逃げようと後退した者の足には、床に落ちていた自己増殖ワイヤーが魔力を吸って爆発的に絡みつき、その場に拘束する。動けなくなった彼らの上を、数トンのスパイクローラーがミンチ機のように無慈悲に通過していった。
「ぎゃあああああっ!」
「話が違う! こんな罠があるなんて聞いてなかっ――」
絶叫はすぐに途絶え、通路にはただ、振り子刃が空を切る重々しい音だけが響き続けた。
★★★★★★★★★★★
「……対象の全滅を確認。防衛完了だ」
監視室で、グンツが静かに宣言した。
「流出した弱点を突いたつもりが、自ら最悪の起動スイッチを押すことになるとはな。これでこの通路の掃除は完了だ」
グンツはパイプ椅子に腰掛け、ヘルメットを脱いだ。
「素晴らしいですわ、グンツ様! 重力と振り子の運動だけであんな破壊力が出るなんて……私のワイヤーも大活躍でしたわね!」
セリアが涙を引っ込めて、目を輝かせながら拍手をする。
「決算報告をします」
リーゼロッテがバインダーを開き、満足げに頷いた。
「魔力供給が絶たれたことで作動するため、罠が稼働している間のランニングコストは完全にゼロです。対して、回収された先遣隊の装備品の売却益は金貨200枚を下りません。
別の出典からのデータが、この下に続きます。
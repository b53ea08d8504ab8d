/**
 * Fits the correlation for hydration constants on the table (Bayesian linear regression from the priors of terms.ts) and writes
 * shared-lib/equilibrium/constants/coefficients.json. The scatter of each family is set so that its leave-one-out residuals, each
 * over its own predicted error, have unit mean square. Run with `npm run fit`.
 */
import { writeFile } from "node:fs/promises";
import { type Family, TERMS } from "../shared-lib/equilibrium/constants/terms.ts";
import { inverse, type Matrix, times } from "./fit/matrix.mts";
import { fitPoints, type Point } from "./fit/points.mts";
import { residualPlot } from "./fit/residual-plot.mts";

const ROUNDS = 40;
const LEAST_SCATTER = 0.08;

interface Solution {
  readonly beta: readonly number[];
  readonly covariance: Matrix;
  /** Leave-one-out residual and its predicted variance, by point. */
  readonly loo: readonly { readonly residual: number; readonly variance: number }[];
  readonly residuals: readonly number[];
}

function noiseOf(point: Point, scatter: ReadonlyMap<Family, number>): number {
  return (scatter.get(point.family) as number) ** 2 + point.variance;
}

/** One regression at given scatters; leave-one-out by the leverage, which is exact for it. */
export function regress(points: readonly Point[], scatter: ReadonlyMap<Family, number>): Solution {
  const size = TERMS.length;
  const normal: number[][] = TERMS.map((term, i) => TERMS.map((_, j) => (i === j ? 1 / term.prior.sd ** 2 : 0)));
  const right = TERMS.map((term) => term.prior.mean / term.prior.sd ** 2);
  for (const point of points) {
    const weight = 1 / noiseOf(point, scatter);
    for (let i = 0; i < size; i++) {
      const xi = point.x[i] as number;
      if (xi === 0) continue;
      right[i] = (right[i] as number) + weight * xi * point.y;
      for (let j = 0; j < size; j++) {
        const row = normal[i] as number[];
        row[j] = (row[j] as number) + weight * xi * (point.x[j] as number);
      }
    }
  }
  const covariance = inverse(normal);
  const beta = times(covariance, right);
  const predicted = (x: readonly number[]): number => x.reduce((sum, value, i) => sum + value * (beta[i] as number), 0);
  const residuals = points.map((point) => point.y - predicted(point.x));
  const loo = points.map((point, k) => {
    const noise = noiseOf(point, scatter);
    const own = times(covariance, point.x).reduce((sum, value, i) => sum + value * (point.x[i] as number), 0);
    const leverage = own / noise;
    return { residual: (residuals[k] as number) / (1 - leverage), variance: noise / (1 - leverage) };
  });
  return { beta, covariance, loo, residuals };
}

/** Repeats the regression until the scatter of each family agrees with its leave-one-out residuals. */
export function calibrated(points: readonly Point[]): { solution: Solution; scatter: ReadonlyMap<Family, number> } {
  const families = [...new Set(points.map((point) => point.family))];
  let scatter = new Map<Family, number>(families.map((family) => [family, 0.25]));
  let solution = regress(points, scatter);
  for (let round = 0; round < ROUNDS; round++) {
    const next = new Map<Family, number>();
    for (const family of families) {
      const own = points.flatMap((point, k) => (point.family === family ? [k] : []));
      const square = own.reduce((sum, k) => {
        const { residual, variance } = solution.loo[k] as Solution["loo"][number];
        return sum + residual ** 2 / variance;
      }, 0);
      const old = scatter.get(family) as number;
      next.set(family, Math.max(LEAST_SCATTER, old * (square / own.length) ** 0.3));
    }
    scatter = next;
    solution = regress(points, scatter);
  }
  return { solution, scatter };
}

const rms = (values: readonly number[]): number => Math.sqrt(values.reduce((s, v) => s + v * v, 0) / values.length);
const round = (value: number, digits = 4): number => Number(value.toFixed(digits));

/** Student's t at 97.5 % over the normal's 1.96, by an expansion good to 1 % from 4 degrees of freedom. */
function studentFactor(freedom: number): number {
  const v = Math.max(freedom, 4);
  return 1 + 1.21 / v + 1.4 / v ** 2;
}

function summary(points: readonly Point[], { solution, scatter }: ReturnType<typeof calibrated>) {
  const families = [...scatter.keys()].sort();
  return Object.fromEntries(
    families.map((family) => {
      const own = points.flatMap((point, k) => (point.family === family ? [k] : []));
      return [
        family,
        {
          n: own.length,
          rmse: round(rms(own.map((k) => solution.residuals[k] as number)), 3),
          looRmse: round(rms(own.map((k) => (solution.loo[k] as { residual: number }).residual)), 3),
          scatter: round(scatter.get(family) as number),
          factor: round(studentFactor(own.length - 3), 3),
        },
      ];
    }),
  );
}

async function main(): Promise<void> {
  const points = fitPoints().filter((point) => !point.external);
  const fit = calibrated(points);
  const result = {
    terms: TERMS.map((term) => term.name),
    beta: fit.solution.beta.map((value) => round(value)),
    covariance: fit.solution.covariance.map((row) => row.map((value) => round(value, 6))),
    families: summary(points, fit),
  };
  TERMS.forEach((term, i) => {
    const sd = Math.sqrt(fit.solution.covariance[i]?.[i] ?? 0);
    console.log(
      `${term.name.padEnd(42)} ${(result.beta[i] as number).toFixed(2).padStart(6)} ± ${sd.toFixed(2)}   prior ${term.prior.mean} ± ${term.prior.sd}`,
    );
  });
  for (const [family, row] of Object.entries(result.families)) console.log(family.padEnd(16), JSON.stringify(row));
  points.forEach((point, k) => {
    const { residual, variance } = fit.solution.loo[k] as Solution["loo"][number];
    if (Math.abs(residual) > 2 * Math.sqrt(variance) || Math.abs(residual) > 0.5)
      console.log(
        `  ${point.smiles} ${point.state} (${point.family}) leave-one-out residual ${residual.toFixed(2)}, ${(residual / Math.sqrt(variance)).toFixed(1)} sd`,
      );
  });
  const target = new URL("../shared-lib/equilibrium/constants/", import.meta.url);
  await writeFile(new URL("coefficients.json", target), `${JSON.stringify(result, undefined, 1)}\n`);
  await writeFile(
    new URL("residuals.svg", target),
    residualPlot(
      points.map((point, k) => ({
        family: point.family,
        x: point.y,
        residual: (fit.solution.loo[k] as { residual: number }).residual,
      })),
    ),
  );
}

if (process.argv[1]?.endsWith("fit.mts")) await main();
圧倒的な費用対効果です」
「ふふっ、この先遣隊の全滅の報せを聞いて、本隊の連中はパニックになるでしょうね」
ヴィオラが魔導板を指で弾きながら妖艶に笑う。
「ギルドが手に入れた情報が本物なのか、それとも罠なのか。疑心暗鬼に陥って、足並みはガタガタに崩れるわよ」
「流出情報通りに動けば、俺が突貫工事で上書きした新たな殺戮地帯に落ちる。だが、情報を無視して進めば、既存の致死トラップの餌食になる。どっちの道を選んでも結末は同じだぞ」
グンツは冷酷な笑みを深め、残っていたコーヒーを飲み干した。
「きゅ〜ん?」
「わふっ!」
テラスのガラス戸が開き、日向ぼっこを終えて毛皮をホカホカに温めたブランとノワールが、のんびりとした足取りで部屋に入ってきた。
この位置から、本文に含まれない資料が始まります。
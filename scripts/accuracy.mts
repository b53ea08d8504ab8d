/**
 * Prints how well the correlation for hydration constants does: per class n, bias, RMSE, leave-one-out RMSE and the share of measured
 * constants inside the leave-one-out 95 % interval; then the constants that the fit never saw, and published bounds.
 * Run with `npm run accuracy`.
 */
import { accuracyReport } from "./fit/accuracy-report.mts";

console.log(accuracyReport());
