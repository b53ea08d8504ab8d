/** Puts the thread library's own worker beside the bundles, where the library looks for it. */

import { build } from "esbuild";

await build({
  entryPoints: ["node_modules/tinypool/dist/entry/worker.js"],
  outfile: "dist/entry/worker.js",
  bundle: true,
  minify: true,
  legalComments: "none",
  platform: "node",
  format: "esm",
  target: "es2022",
  logLevel: "warning",
});
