/**
 * Fits the correlations for hydration constants on the table and writes shared-lib/equilibrium/constants/coefficients.json.
 * Ordinary least squares; leave-one-out residuals by the hat matrix. Run with `npm run fit`.
 */
import { writeFile } from "node:fs/promises";
import { createStructureToolkit } from "../shared-lib/compounds/structure.ts";
import { FAMILIES, type Family, familyOf, featuresOf } from "../shared-lib/equilibrium/constants/families.ts";
import { measuredCompounds } from "../shared-lib/equilibrium/constants/measured.ts";

const toolkit = createStructureToolkit();

interface Point {
  readonly smiles: string;
  readonly x: readonly number[];
  readonly y: number;
}

/** Solves A x = b by elimination with pivoting. */
function solve(a: number[][], b: number[]): number[] {
  const n = b.length;
  const m = a.map((row, i) => [...row, b[i] as number]);
  for (let c = 0; c < n; c++) {
    let pivot = c;
    for (let r = c + 1; r < n; r++) if (Math.abs(m[r]?.[c] ?? 0) > Math.abs(m[pivot]?.[c] ?? 0)) pivot = r;
    [m[c], m[pivot]] = [m[pivot] as number[], m[c] as number[]];
    const top = m[c] as number[];
    for (let r = 0; r < n; r++) {
      if (r === c) continue;
      const row = m[r] as number[];
      const factor = (row[c] as number) / (top[c] as number);
      for (let k = c; k <= n; k++) row[k] = (row[k] as number) - factor * (top[k] as number);
    }
  }
  return m.map((row, i) => (row[n] as number) / (row[i] as number));
}

function leastSquares(points: readonly Point[]) {
  const p = points[0]?.x.length ?? 0;
  const normal = Array.from({ length: p }, (_, i) =>
    Array.from({ length: p }, (_, j) => points.reduce((s, q) => s + (q.x[i] ?? 0) * (q.x[j] ?? 0), 0)),
  );
  const right = Array.from({ length: p }, (_, i) => points.reduce((s, q) => s + (q.x[i] ?? 0) * q.y, 0));
  const beta = solve(normal, right);
  const residuals = points.map((q) => q.y - q.x.reduce((s, x, i) => s + x * (beta[i] ?? 0), 0));
  const looResiduals = points.map((q, k) => {
    const w = solve(normal, [...q.x]);
    const leverage = q.x.reduce((s, x, i) => s + x * (w[i] ?? 0), 0);
    return (residuals[k] as number) / (1 - leverage);
  });
  const rms = (values: number[]): number => Math.sqrt(values.reduce((s, v) => s + v * v, 0) / values.length);
  return { beta, rmse: rms(residuals), looRmse: rms(looResiduals), looResiduals };
}

const pools = new Map<Family, Point[]>();
for (const { smiles, log10 } of measuredCompounds("neutral")) {
  const reading = toolkit.read(smiles);
  if (!reading.ok || !reading.carbonyl) continue;

  // Of unlike sites the constant in the table is that of the aldehyde, which takes the water first.
  const site = [...reading.carbonyl.sites].sort((a, b) => b.hydrogens - a.hydrogens || b.acyl - a.acyl)[0];
  if (!site) continue;
  const equivalentSites = reading.carbonyl.sites.filter(
    (other) => other.hydrogens === site.hydrogens && other.acyl === site.acyl,
  ).length;
  const family = familyOf(site);
  if (!family || !FAMILIES[family].fitted) continue;
  // The published constant counts every equivalent C=O; the correlation speaks of one.
  const pool = pools.get(family) ?? [];
  pool.push({
    smiles,
    x: featuresOf(family, site),
    y: log10 - (equivalentSites > 1 ? Math.log10(equivalentSites) : 0),
  });
  pools.set(family, pool);
}
const result: Record<string, object> = {};
for (const [family, points] of [...pools].sort()) {
  const fit = leastSquares(points);
  const round = (v: number): number => Number(v.toFixed(3));
  result[family] = { beta: fit.beta.map(round), n: points.length, rmse: round(fit.rmse), looRmse: round(fit.looRmse) };
  console.log(family, result[family]);
  points.forEach((q, k) => {
    if (Math.abs(fit.looResiduals[k] as number) > 0.4)
      console.log("   ", q.smiles, "leave-one-out residual", round(fit.looResiduals[k] as number));
  });
}
await writeFile(
  new URL("../shared-lib/equilibrium/constants/coefficients.json", import.meta.url),
  `${JSON.stringify(result, undefined, 2)}\n`,
);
彼らは血生臭い防衛戦など知る由もなく、グンツの足元にすり寄って短い尻尾を振っている。
「……お前らは本当に平和でいいな。さて、勇者の本隊が来る前に、次の仕込みを終わらせるぞ」
グンツは二匹の頭を優しく撫でると、再び新しい図面が広げられた机へと力強く歩み寄った。